Als Kind habe ich gern mit Puppen gespielt, wollte Tierarzt werden und gründete mit einer Freundin den „Tier-und-Pflanz-Club“. Als mich meine Eltern in einen Fußballverein steckten, pflückte ich während der Spielzeit lieber Blumen, statt den Ball meinen Mitspielern zuzuspielen. Später war ich der einzige Junge im Turnverein, großer Fan von den No Angels und liebte es, Theater zu spielen. Auch wenn es mir damals noch nicht bewusst war: Für viele war ich wohl ein wandelndes schwules Klischee.

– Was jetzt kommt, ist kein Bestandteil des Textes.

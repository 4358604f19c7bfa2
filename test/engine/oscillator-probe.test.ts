import { describe, expect, it } from "vitest";
import { BOLTZMANN, HBAR } from "../../src/constants";
import { evaluateSetup, loadSetup } from "../../src/pipeline";
import { displacementSql, oscillatorSusceptibility, thermalForcePsd, zeroPointDisplacementPsd } from "../../src/reference/limits";
import { expectAllClose } from "../helpers/close";
import { probedBody, sumTerms } from "../helpers/setups";

const MASS = 1e-11; // 10 ng
const F_M = 1e5;
const OMEGA_M = 2 * Math.PI * F_M;
const Q = 1e4;
const GAMMA = OMEGA_M / Q;

function run(opts: { rate: string; efficiency?: number; temperature?: string; referTo?: "displacement" | "force"; massSign?: string }, grid: { from: number; to: number; points: number }) {
  const s = loadSetup(
    probedBody({
      bodyType: "oscillator",
      body: { mass: `${MASS} kg`, frequency: `${F_M} Hz`, Q, temperature: opts.temperature ?? "0 K", massSign: opts.massSign ?? "positive" },
      probe: { measurementRate: opts.rate },
      efficiency: opts.efficiency ?? 1,
      referTo: opts.referTo ?? "displacement",
    }),
  );
  return evaluateSetup(s, grid);
}

const chi = (f: number) => oscillatorSusceptibility(MASS, OMEGA_M, GAMMA, 2 * Math.PI * f);

describe("damped oscillator read by a quantum-limited probe", () => {
  it("prints the oscillator SQL 2ħ|χ| and zero-point 2ħ|Im χ|, equal on resonance (Clerk et al., RMP 82, 1155 (2010))", () => {
    // Log-symmetric bounds put the middle point (index 50) exactly on resonance.
    const e = run({ rate: "100 Hz" }, { from: F_M / 1.1, to: F_M * 1.1, points: 101 });
    const b = e.budget;
    const sql = b.references.find((r) => r.id === "sql")!.psd;
    const zp = b.references.find((r) => r.id === "zero-point")!.psd;
    expectAllClose(
      sql,
      Array.from(b.frequencies, (f) => displacementSql(chi(f))),
      1e-12,
      "SQL",
    );
    expectAllClose(
      zp,
      Array.from(b.frequencies, (f) => zeroPointDisplacementPsd(chi(f))),
      1e-12,
      "zero-point",
    );
    const onResonance = b.frequencies.findIndex((f) => Math.abs(f - F_M) < 1e-6 * F_M);
    expect(onResonance).toBe(50);
    expect(Math.abs(zp[onResonance] / sql[onResonance] - 1)).toBeLessThan(1e-12);
  });

  it("has imprecision × back-action = ħ²/η for any rate and efficiency (Braginsky & Khalili 1992)", () => {
    for (const [rate, eta] of [
      ["10 Hz", 1],
      ["3 kHz", 0.7],
    ] as const) {
      const grid = { from: 5e4, to: 2e5, points: 50 };
      const x = run({ rate, efficiency: eta }, grid).budget;
      const F = run({ rate, efficiency: eta, referTo: "force" }, grid).budget;
      const product = sumTerms(x.terms, "phase quadrature", "detection").map((v, i) => v * sumTerms(F.terms, "amplitude quadrature")[i]);
      expectAllClose(product, new Float64Array(product.length).fill(HBAR ** 2 / eta), 1e-9, `rate ${rate}`);
    }
  });

  it("defines the measurement rate as Γ = x_zpf² S̄_FF/ħ² (double-sided force PSD)", () => {
    const rate = 2 * Math.PI * 250;
    const F = run({ rate: "250 Hz", referTo: "force" }, { from: 1e5, to: 2e5, points: 3 }).budget;
    const xzpf2 = HBAR / (2 * MASS * OMEGA_M);
    const ba = sumTerms(F.terms, "amplitude quadrature");
    for (const v of ba) expect(Math.abs((xzpf2 * (v / 2)) / HBAR ** 2 / rate - 1)).toBeLessThan(1e-12);
  });

  // Added noise = imprecision + back-action: the light's and the detector's terms, not the bath's.
  const added = (b: { terms: readonly { label: string; psd: Float64Array }[] }) => sumTerms(b.terms, "quadrature", "detection");

  it("added noise never drops below 2ħ|χ| and touches it where S_imp = |χ|² S_ba (both sides of resonance)", () => {
    const e = run({ rate: "5 Hz" }, { from: 9.5e4, to: 1.05e5, points: 2001 });
    const b = e.budget;
    const sql = b.references.find((r) => r.id === "sql")!.psd;
    const ratio = Array.from(added(b), (v, i) => v / sql[i]);
    expect(Math.min(...ratio)).toBeGreaterThanOrEqual(1 - 1e-12);
    // Exact touch points from |χ(Ω)|² = S_imp/S_ba: m²((Ω_m² − Ω²)² + γ²Ω²) = S_ba/S_imp.
    const sBa = (2 * HBAR ** 2 * 2 * Math.PI * 5 * 2 * MASS * OMEGA_M) / HBAR;
    const sImp = HBAR ** 2 / sBa;
    const target = sBa / sImp / MASS ** 2;
    // Solve (Ω_m² − u)² + γ² u = target for u = Ω².
    const bq = -(2 * OMEGA_M ** 2 - GAMMA ** 2);
    const cq = OMEGA_M ** 4 - target;
    const disc = Math.sqrt(bq * bq - 4 * cq);
    const roots = [(-bq - disc) / 2, (-bq + disc) / 2].filter((u) => u > 0).map((u) => Math.sqrt(u) / (2 * Math.PI));
    expect(roots).toHaveLength(2);
    for (const fTouch of roots) {
      const e2 = run({ rate: "5 Hz" }, { from: fTouch, to: fTouch * 1.001, points: 2 });
      const r = added(e2.budget)[0] / e2.budget.references.find((x) => x.id === "sql")!.psd[0];
      expect(Math.abs(r - 1)).toBeLessThan(1e-9);
    }
  });

  it("puts the thermal force of the quantum FDT at the resonance into the budget (Markov approximation)", () => {
    for (const T of [0, 0.001, 6, 300]) {
      const b = run({ rate: "1 Hz", temperature: `${T} K`, referTo: "force" }, { from: 8e4, to: 1.2e5, points: 9 }).budget;
      const thermal = sumTerms(b.terms, "thermal");
      const expected = thermalForcePsd(MASS, GAMMA, T, OMEGA_M);
      expectAllClose(thermal, new Float64Array(9).fill(expected), 1e-12, `T = ${T} K`);
      if (T === 0) expect(expected).toBeCloseTo(2 * MASS * GAMMA * HBAR * OMEGA_M, 40);
      if (T === 300) expect(Math.abs(expected / (4 * MASS * GAMMA * BOLTZMANN * T) - 1)).toBeLessThan(1e-6);
    }
  });

  it("a negative-mass oscillator has the mirrored susceptibility −χ and the same SQL (physics notes §4)", () => {
    const grid = { from: 9e4, to: 1.1e5, points: 21 };
    const pos = run({ rate: "50 Hz", referTo: "force" }, grid);
    const neg = run({ rate: "50 Hz", referTo: "force", massSign: "negative" }, grid);
    expectAllClose(neg.budget.total, pos.budget.total, 1e-9, "force-referred noise");
    expect(neg.stability.stable).toBe(true);
  });
});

„Das Schlimmste war der Sportunterricht. Ich bewege mich wie ein Mädchen, sagten sie und machten sich in der Umkleide über mich lustig“
Da ich nicht dem Rollenbild eines männlichen Teenagers entsprach, konnte ich in der Pubertät auch den Erwartungen der Jungs aus meiner Klasse nicht gerecht werden. Und so wurde ich zum ersten Mal mit meiner sexuellen Orientierung konfrontiert. Oder besser gesagt: der Außenwahrnehmung davon. Anfangs war die Ausgrenzung noch subtil, doch das änderte sich, als ich in der siebten Klasse vom Gymnasium auf eine Realschule wechselte.
Zunächst freute ich mich auf den Schulwechsel. Doch bereits als ich den Klassenraum betrat, hatte ich das Gefühl, dass mich viele Schülerinnen und Schüler misstrauisch musterten. Sie sahen in mir nicht nur den Neuen und denjenigen, der zu schlecht fürs Gymnasium war, sondern auch einen Sonderling.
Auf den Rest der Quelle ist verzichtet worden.